To fine-tune, OpenAI have a Python CLI app that you can pass training data in JSONL format.
```
{"prompt": "", "completion": ""}
{"prompt": "", "completion": ""}
{"prompt": "", "completion": ""}
```
An example of a prompt/completion could be:
`{“prompt”: “User says: Hello. \n\nClassify the intent: \n\n###\n\n”, “completion”: ” Greeting\n\n###\n\n”}`
The hashes and newline characters are in keeping with OpenAI’s training data best practices (https://platform.openai.com/docs/guides/fine-tuning/preparing-your-dataset).
Pricing
Prices are per 1,000 tokens.

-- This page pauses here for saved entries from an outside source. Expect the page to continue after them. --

"""Initial schema: supplier, intake, profile, column_summary.

Revision ID: 0001
Revises:
Create Date: 2026-12-01 19:32:33
"""

from __future__ import annotations

from collections.abc import Sequence

import sqlalchemy as sa
from alembic import op
from sqlalchemy.dialects import postgresql

revision: str = "0001"
down_revision: str | None = None
branch_labels: str | Sequence[str] | None = None
depends_on: str | Sequence[str] | None = None

Timestamp = sa.DateTime(timezone=True)
Document = sa.JSON().with_variant(postgresql.JSONB(astext_type=sa.Text()), "postgresql")


def upgrade() -> None:
    op.create_table(
        "supplier",
        sa.Column("id", sa.Integer(), nullable=False),
        sa.Column("name", sa.String(length=200), nullable=False),
        sa.Column("note", sa.Text(), nullable=False),
        sa.Column("created_at", Timestamp, nullable=False),
        sa.PrimaryKeyConstraint("id", name=op.f("pk_supplier")),
        sa.UniqueConstraint("name", name=op.f("uq_supplier_name")),
    )
    op.create_table(
        "intake",
        sa.Column("id", sa.Integer(), nullable=False),
        sa.Column("supplier_id", sa.Integer(), nullable=False),
        sa.Column("original_name", sa.String(length=500), nullable=False),
        sa.Column("file_key", sa.String(length=200), nullable=True),
        sa.Column("sha256", sa.String(length=64), nullable=False),
        sa.Column("bytes", sa.BigInteger(), nullable=False),
        sa.Column("status", sa.String(length=20), nullable=False),
        sa.Column("stage", sa.String(length=40), nullable=False),
        sa.Column("progress", sa.Float(), nullable=False),
        sa.Column("error", sa.Text(), nullable=True),
        sa.Column("attempts", sa.Integer(), nullable=False),
        sa.Column("created_at", Timestamp, nullable=False),
        sa.Column("updated_at", Timestamp, nullable=False),
        sa.Column("started_at", Timestamp, nullable=True),
        sa.Column("finished_at", Timestamp, nullable=True),
        sa.Column("file_purged_at", Timestamp, nullable=True),
        sa.ForeignKeyConstraint(
            ["supplier_id"], ["supplier.id"], name=op.f("fk_intake_supplier_id_supplier")
        ),
        sa.PrimaryKeyConstraint("id", name=op.f("pk_intake")),
    )
    op.create_index(op.f("ix_intake_file_key"), "intake", ["file_key"])
    op.create_index(op.f("ix_intake_sha256"), "intake", ["sha256"])
    op.create_index(op.f("ix_intake_status"), "intake", ["status"])
    op.create_index(op.f("ix_intake_supplier_id"), "intake", ["supplier_id"])

    op.create_table(
        "profile",
        sa.Column("id", sa.Integer(), nullable=False),
        sa.Column("intake_id", sa.Integer(), nullable=False),
        sa.Column("format_version", sa.Integer(), nullable=False),
        sa.Column("document", Document, nullable=False),
        sa.Column("rows", sa.BigInteger(), nullable=False),
        sa.Column("columns", sa.Integer(), nullable=False),
        sa.Column("overall_score", sa.Float(), nullable=True),
        sa.Column("created_at", Timestamp, nullable=False),
        sa.ForeignKeyConstraint(
            ["intake_id"],
            ["intake.id"],
            name=op.f("fk_profile_intake_id_intake"),
            ondelete="CASCADE",
        ),
        sa.PrimaryKeyConstraint("id", name=op.f("pk_profile")),
        sa.UniqueConstraint("intake_id", name=op.f("uq_profile_intake_id")),
    )

    op.create_table(
        "column_summary",
        sa.Column("id", sa.Integer(), nullable=False),
        sa.Column("intake_id", sa.Integer(), nullable=False),
        sa.Column("name", sa.String(length=500), nullable=False),
        sa.Column("position", sa.Integer(), nullable=False),
        sa.Column("kind", sa.String(length=20), nullable=True),
        sa.Column("missing_share", sa.Float(), nullable=True),
        sa.Column("distinct", sa.BigInteger(), nullable=True),
        sa.Column("mean", sa.Float(), nullable=True),
        sa.Column("median", sa.Float(), nullable=True),
        sa.Column("std", sa.Float(), nullable=True),
        sa.Column("min", sa.Float(), nullable=True),
        sa.Column("max", sa.Float(), nullable=True),
        sa.Column("top_label", sa.Text(), nullable=True),
        sa.Column("top_label_share", sa.Float(), nullable=True),
        sa.ForeignKeyConstraint(
            ["intake_id"],
            ["intake.id"],
            name=op.f("fk_column_summary_intake_id_intake"),
            ondelete="CASCADE",
        ),
        sa.PrimaryKeyConstraint("id", name=op.f("pk_column_summary")),
        sa.UniqueConstraint(
            "intake_id", "position", name=op.f("uq_column_summary_intake_id_position")
        ),
    )
    op.create_index(op.f("ix_column_summary_intake_id"), "column_summary", ["intake_id"])
    op.create_index(op.f("ix_column_summary_name"), "column_summary", ["name"])


def downgrade() -> None:
    op.drop_index(op.f("ix_column_summary_name"), table_name="column_summary")
    op.drop_index(op.f("ix_column_summary_intake_id"), table_name="column_summary")
    op.drop_table("column_summary")
    op.drop_table("profile")
    op.drop_index(op.f("ix_intake_supplier_id"), table_name="intake")
    op.drop_index(op.f("ix_intake_status"), table_name="intake")
    op.drop_index(op.f("ix_intake_sha256"), table_name="intake")
    op.drop_index(op.f("ix_intake_file_key"), table_name="intake")
    op.drop_table("intake")
    op.drop_table("supplier")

You can think of tokens as pieces of words, where 1,000 tokens are about 750 words. This paragraph is 35 tokens.
The overall cost depends on which model you choose. There are as follows:
– Davinci (most powerful) = $0.02
– Curie = $0.002
– Babbage = $0.0005
– Ada (fastest) = $0.0004
Usage with Java/Spring Boot
To use OpenAI’s API with Java, you need to write your own code that interacts with the fine-tune and completion endpoints. As mentioned earlier, there is a Python CLI which is excellent. However, for our use it doesn’t give us the flexibility to plug in to our application easily.
Spring Boot’s RestTemplate library is a good starting point. It has most of the functionality needed to build your own app that communicates with OpenAI.
Key Takeaways
From our initial experiments, GPT-3.5 is the most reliable service at present for classifying a user’s intents. But we need to conduct more testing to make sure this is reliable.
We recommend selecting an NLU service based on your needs. Consider your budget, integration capabilities, and customization needs when making your decision. We encourage thorough testing to ensure the chosen service aligns with the goals of chatbot.
- Amazon Lex offers a powerful engine but may need extra training for short utterances.
- Snips NLU is a sound cost-effective open-source choice, but may need creative integration with Java.
- IBM Watson offers excellent flexibility and responsiveness, but costs can increase with more bots.
- Google Dialogflow offers versatile options, but costs vary based on the version.
- Rasa NLU is a cost-effective open-source option with comprehensive documentation, but may involve a complex integration.
- OpenAI GPT-3.5 offers reliable intent classification, but requires custom code for integration and fine-tuning for control.